Vom Grauen des ersten Weltkrieges, der ersten Liebe, Hochzeit, Familie, Söhnen und Töchtern und die Gefühle für sie.
Vom Beginn der Nazi-Herrschaft und Schrecken des 2. Weltkrieges, der auch um kleine Orte im Schwarzwald keinen Bogen gemacht hat. Die Nachkriegszeit, bis in die Sechziger Jahre.
Von Friedrich und Johannes, ihrem Urgroßvater, die völlig verschiedene Wege gehen und deren Wege sich trotzdem immer wieder kreuzen.
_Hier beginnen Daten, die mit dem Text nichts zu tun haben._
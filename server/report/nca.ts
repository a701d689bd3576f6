/**
 * The report's non-compartmental section, drawn when the scenario has measured levels: per
 * subject and compartment every figure the levels support with its unit and its rule, the
 * levels the terminal line was fitted through, the flags (never hidden), the levels left out
 * with why, and the summary over subjects. The figures come from ncaOfModel
 * (models/levels/nca-scenario.ts), the same as `tidemark nca` and POST /api/nca.
 */
import type { Model } from '../../models/building/model.ts';
import { clockLabel } from '../../models/levels/clock.ts';
import { ncaFigureInfo, ncaFigureNames, ncaLabel, type NcaFigureName, type NcaRoute } from '../../models/levels/nca.ts';
import { NCA_CAUTION, ncaOfModel, type ScenarioNca, type ScenarioNcaProfile } from '../../models/levels/nca-scenario.ts';
import type { NcaSummary } from '../../models/levels/nca-summary.ts';
import type { Outcome } from '../../models/scenario/problems.ts';
import type { NcaSettingsLine } from '../../models/scenario/schema.ts';
import { unitsPerHour } from '../../models/scenario/instants.ts';
import { unitOf } from '../nca-cli.ts';
import { font, heading, palette, paragraph, type } from './document.ts';
import { fmt, percent, unitText } from './format.ts';
import { bullet } from './section-text.ts';
import { drawTable, type Cell } from './table.ts';

/** The NCA of the scenario's levels (with its `nca` section: the rule, fixed terminal lines); null without levels. Problems are drawn in the section, not refused: NCA is not asked for. */
export function runReportNca(model: Model, section?: NcaSettingsLine): Outcome<ScenarioNca> | null {
  if (model.observations.length === 0) return null;
  return ncaOfModel(model, section ? { section } : {});
}

const ruleWords = { 'linear-up-log-down': 'linear trapezoids while levels rise or stay, log-linear ones while they fall (linear-up/log-down)', linear: 'linear trapezoids throughout' } as const;

function figureUnit(name: NcaFigureName, units: ScenarioNca['units']): string {
  const d = ncaFigureInfo[name].dimension;
  return d === 'percent' ? '%' : d === 'none' ? '' : unitText(unitOf(d, units));
}

function value(name: NcaFigureName, v: number | null): string {
  if (v === null) return '—';
  return name === 'terminalAdjustedR2' ? v.toFixed(4) : fmt(v);
}

/** "Subject P-017, central" or "central" when the levels name no subject. */
function profileTitle(p: ScenarioNcaProfile): string {
  const who = p.subject !== null ? `Subject ${p.subject.replace(/[\u0000-\u001f\u007f]/g, ' ')}, ` : '';
  return `${who}${p.compartment}`;
}

/** The figures of one profile shown: every figure with a value, and every empty one a flag speaks of. */
function shownFigures(p: ScenarioNcaProfile): NcaFigureName[] {
  const flagged = new Set(p.result.flags.map((f) => f.figure));
  return ncaFigureNames.filter((n) => p.result.figures[n] !== null || flagged.has(n));
}

function doseWords(p: ScenarioNcaProfile, model: Model): string {
  const u = model.units;
  if (!p.dose) return 'No dose in the scenario: areas start at time 0; no CL, Vz or MRT.';
  const route = p.dose.route === 'infusion' ? `an infusion over ${fmt(p.dose.duration ?? 0)} ${u.time}` : p.dose.route === 'extravascular' ? 'extravascular (CL/F and Vz/F: F is not known to NCA)' : 'an intravascular bolus';
  const when = `dose ${p.doseNumber ?? 1} at ${fmt(p.dose.time)} ${u.time}${model.clock ? ` (${clockLabel(p.dose.time / unitsPerHour(model.units), model.clock)})` : ''}`;
  const steady = p.interval !== null ? `; steady-state figures over τ = ${fmt(p.interval)} ${u.time} after it` : '';
  return `Figures follow ${when}: ${fmt(p.dose.amount)} ${unitText(u.amount)} nominal, ${route}${steady}. Times of figures (Tmax, Tlast) are counted from that dose.`;
}

/** "fixed by the user from 96 h (2026-03-08 08:00 (+01:00); nca.terminal[0])": the start as written in time and on the clock. */
function fixedWords(fixed: NonNullable<ScenarioNcaProfile['terminalFixed']>, model: Model): string {
  const clock = model.clock ? `${clockLabel(fixed.from / unitsPerHour(model.units), model.clock)}; ` : '';
  return `fixed by the user from ${fmt(fixed.from)} ${model.units.time} (${clock}${fixed.path})`;
}

function profileTable(doc: PDFKit.PDFDocument, p: ScenarioNcaProfile, nca: ScenarioNca, model: Model): void {
  const route: NcaRoute | null = p.dose?.route ?? null;
  const r = p.result;
  heading(doc, profileTitle(p), 2, 120);
  paragraph(doc, doseWords(p, model), { size: type.small });
  const flagged = new Set(r.flags.map((f) => f.figure));
  drawTable(doc, {
    columns: [
      { header: 'Figure', width: 1.15 },
      { header: 'Value', width: 0.85, align: 'right' },
      { header: 'Unit', width: 0.75 },
      { header: 'Rule', width: 5 },
    ],
    size: type.tiny + 0.3,
    rows: shownFigures(p).map((name) => {
      const mark = flagged.has(name);
      const cell: Cell = { text: `${value(name, r.figures[name])}${mark ? ' !' : ''}`, bold: mark, ...(mark ? { color: palette.warning } : {}) };
      return [ncaLabel(name, route), cell, figureUnit(name, nca.units), ncaFigureInfo[name].rule];
    }),
    footnote: '! : a flag below concerns this figure. — : the levels cannot give it (the flag says why).',
  });
  if (r.terminal) {
    const t = r.terminal;
    const levels = t.indices.map((i) => p.paths[i]);
    paragraph(
      doc,
      `Terminal line through ${t.times.length} levels at ${t.times.map((x) => fmt(x)).join(', ')} ${nca.units.time} after the dose (${levels.join(', ')}), ${t.chosenBy === 'fixed' && p.terminalFixed ? `${fixedWords(p.terminalFixed, model)}: the levels at or after it that come after Cmax` : t.chosenBy === 'two levels only' ? 'the only two levels after Cmax, fewer than the three the rule asks for (flagged)' : 'chosen by the best adjusted R² among the last levels after Cmax'}; R² ${t.r2.toFixed(4)}${t.adjustedR2 !== null ? `, adjusted R² ${t.adjustedR2.toFixed(4)}` : ''}.`,
      { size: type.small },
    );
  } else if (p.terminalFixed) paragraph(doc, `No terminal line: ${fixedWords(p.terminalFixed, model)}, the levels left after Cmax do not allow one (see the flags).`, { size: type.small });
  else paragraph(doc, 'No terminal line: the levels after Cmax do not allow one (see the flags).', { size: type.small });
  if (r.flags.length > 0) {
    paragraph(doc, 'Flags', { size: type.small, face: font.bold, color: palette.warning, after: 1 });
    for (const f of r.flags) bullet(doc, `${f.figure === 'levels' ? 'levels' : ncaLabel(f.figure, route)}: ${f.message}`, palette.warning);
  } else paragraph(doc, 'Flags: none.', { size: type.small });
  for (const l of p.leftOut) bullet(doc, `Left out: ${l.path} — ${l.reason}.`, palette.muted);
}

function summaryTable(doc: PDFKit.PDFDocument, compartment: string, summary: NcaSummary, nca: ScenarioNca): void {
  const rows: string[][] = [];
  for (const name of ncaFigureNames) {
    const s = summary.figures[name];
    if (!s || s.n === 0) continue;
    const median = ncaFigureInfo[name].summary === 'median';
    rows.push([
      ncaLabel(name, nca.route),
      figureUnit(name, nca.units),
      String(s.n),
      median ? '—' : fmt(s.geometricMean),
      median ? '—' : percent(s.geometricCv),
      fmt(s.mean),
      fmt(s.sd),
      fmt(s.median),
      `${fmt(s.min)}–${fmt(s.max)}`,
    ]);
  }
  drawTable(doc, {
    caption: `Summary over ${summary.subjects} subjects — ${compartment}`,
    columns: [
      { header: 'Figure', width: 1.2 },
      { header: 'Unit', width: 0.8 },
      { header: 'n', width: 0.35, align: 'right' },
      { header: 'Geometric mean', width: 0.95, align: 'right' },
      { header: 'Geometric CV', width: 0.85, align: 'right' },
      { header: 'Mean', width: 0.8, align: 'right' },
      { header: 'SD', width: 0.75, align: 'right' },
      { header: 'Median', width: 0.8, align: 'right' },
      { header: 'Range', width: 1.3, align: 'right' },
    ],
    size: type.tiny + 0.3,
    zebra: true,
    rows,
    footnote: 'Geometric mean exp(mean ln x) and geometric CV √(exp(s²) − 1), s² the sample variance of ln x, for positive figures (between-subject exposure is close to log-normal); Tmax and Tlast by median and range (they are read off the sampling grid). A figure is summarised over the subjects that have it (n).',
  });
}

/** Draws the section; `number` is its section number. */
export function drawNcaSection(doc: PDFKit.PDFDocument, outcome: Outcome<ScenarioNca>, model: Model, number: string): void {
  const title = `${number}  Non-compartmental analysis of the measured levels`;
  heading(doc, title, 1, 120);
  doc.outline.addItem(title);
  if (!outcome.ok) {
    paragraph(doc, 'The non-compartmental figures cannot be computed from these levels:', { color: palette.warning });
    for (const p of outcome.problems) bullet(doc, `${p.path}: ${p.message}`, palette.warning);
    return;
  }
  const nca = outcome.value;
  paragraph(
    doc,
    `The figures are read off the measured levels alone, with no model: areas by ${ruleWords[nca.rule]}; levels below the limit are excluded from every figure. Concentrations in ${unitText(nca.units.concentration)}, times in ${nca.units.time}, the dose in ${unitText(nca.units.amount)}. ${NCA_CAUTION}`,
    { size: type.small },
  );
  const notes = nca.notes.filter((n) => n !== NCA_CAUTION);
  for (const n of notes) bullet(doc, `${n[0].toUpperCase()}${n.slice(1)}.`);
  for (const p of nca.profiles) profileTable(doc, p, nca, model);
  for (const s of nca.summaries) {
    if (s.summary.subjects < 2) continue;
    heading(doc, `Over subjects — ${s.compartment}`, 2, 120);
    summaryTable(doc, s.compartment, s.summary, nca);
  }
  if (nca.summaries.every((s) => s.summary.subjects < 2)) paragraph(doc, 'One profile per compartment: no summary over subjects.', { size: type.small, color: palette.muted });
}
Zeilen, die immer wieder aufzeigen, dass es im Leben nicht nur schwarz und weiß gibt, sondern auch grau und viele Zwischentöne. Und Anna auch die eine oder andere Überraschung erleben lassen, was ihre Vorfahren betrifft.
Dann immer wieder der Bogen in die heutige Zeit, in der ihre noch dort lebenden Anverwandten zeigen, wo und wie ihre Vorfahren gelebt haben.
Orte, die in Johannes Büchern beschrieben sind. Und Annas Fragen dazu beantworten, so gut sie es vermögen.
Und so langsam begreift Anna die Geschichte ihrer Familie und beginnt zu fühlen, zu wem und wohin sie gehört.
Neben all den tragischen Dingen, ist auch noch Platz für eine, vielleicht neue Liebe. Denn ein Ende, ist immer auch ein neuer Anfang.
Oder wie ihr Urgroßvater Johannes mit glücklichem Blick zu Gretl gesagt hatte, als er die kleine Anna zum ersten Mal in den Armen hielt: “ Meine kleine Anna…Es geht also weiter, Gretl, es gibt wieder eine Anna.“
Fazit: Ein sehr einfühlsam geschriebenes Buch, bei dem die zum Teil düstere Geschichte des 20. Jahrhunderts, mit den im Buch beschriebenen Menschen und deren Suche nach dem großen oder kleinem Glück, lebendig wird. Es fällt schwer, das Buch wieder aus der Hand zu legen. Man bangt mit den Menschen, möchte wie Anna wissen, wie es mit Johannes und Friedrich weitergeht. Und ein wenig werden die Geschichten ihrer Familie, zu der eigenen Geschichte!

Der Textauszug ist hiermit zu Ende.